# Форум на русском языке  > Угрозы информационной безопасности  > Вредоносные программы  >  Tracking Cookie что это такое

## Tra1toR

Tracking Cookie что это такое

Непонимаю как cookies могут быть вредны?

http://research.pestpatrol.com/searc...cking%20Cookie

вот база например, что вообще скажите об кукиес?

----------

Надоело быть жертвой?

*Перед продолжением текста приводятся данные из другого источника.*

// The one set of voltage classes the sheet, the report drawing and the report's input tables
// share: up to 1 kV, 1 to 35 kV, 35 to 150 kV, above 150 kV, each bound inclusive, and the higher
// the class the heavier its stroke.
import { describe, expect, it } from "vitest";
import { strokeFor, unconnectedStyle, voltageClasses, voltageClassOf } from "#app/components/sheet/voltageClasses.ts";

describe("voltage classes", () => {
  it("put each nominal voltage in its class, bounds inclusive", () => {
    const classOf = (kv: number) => voltageClassOf(kv)?.label;
    expect(classOf(0.4)).toBe("up to 1 kV");
    expect(classOf(1)).toBe("up to 1 kV");
    expect(classOf(1.01)).toBe("1 to 35 kV");
    expect(classOf(33)).toBe("1 to 35 kV");
    expect(classOf(35)).toBe("1 to 35 kV");
    expect(classOf(66)).toBe("35 to 150 kV");
    expect(classOf(132)).toBe("35 to 150 kV");
    expect(classOf(150)).toBe("35 to 150 kV");
    expect(classOf(220)).toBe("above 150 kV");
    expect(classOf(400)).toBe("above 150 kV");
  });

  it("have no class for a voltage that is not a voltage", () => {
    for (const kv of [undefined, 0, -11, Number.NaN, Number.POSITIVE_INFINITY]) expect(voltageClassOf(kv)).toBeUndefined();
    expect(strokeFor(undefined)).toEqual(unconnectedStyle);
  });

  it("draw a heavier stroke for each higher class, each in its own hue", () => {
    const strokes = voltageClasses.map((c) => c.strokePx);
    expect([...strokes].sort((a, b) => a - b)).toEqual(strokes);
    expect(new Set(strokes).size).toBe(strokes.length);
    expect(new Set(voltageClasses.map((c) => c.colour)).size).toBe(voltageClasses.length);
    expect(strokes.every((px) => px > unconnectedStyle.strokePx)).toBe(true);
  });
});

Стань профи по информационной безопасности, получай самую свежую информацию об угрозах и средствах защиты от ведущего российского аналитического центра Anti-Malware.ru:

----------


## Tra1toR

Tracking Cookie :  Any cookie that is shared among two or more web pages for the purpose of tracking a user's surfing history ) нашел

----------


## Geser

> Tracking Cookie :  Any cookie that is shared among two or more web pages for the purpose of tracking a user's surfing history ) нашел


Это страшное название придуманное что бы продавать чайникам программы которые ничего не делают  :Smiley:

----------


## Tra1toR

короче я так понимаю эта функция в антиспайварах просто для понта?

----------


## Зайцев Олег

> короче я так понимаю эта функция в антиспайварах просто для понта?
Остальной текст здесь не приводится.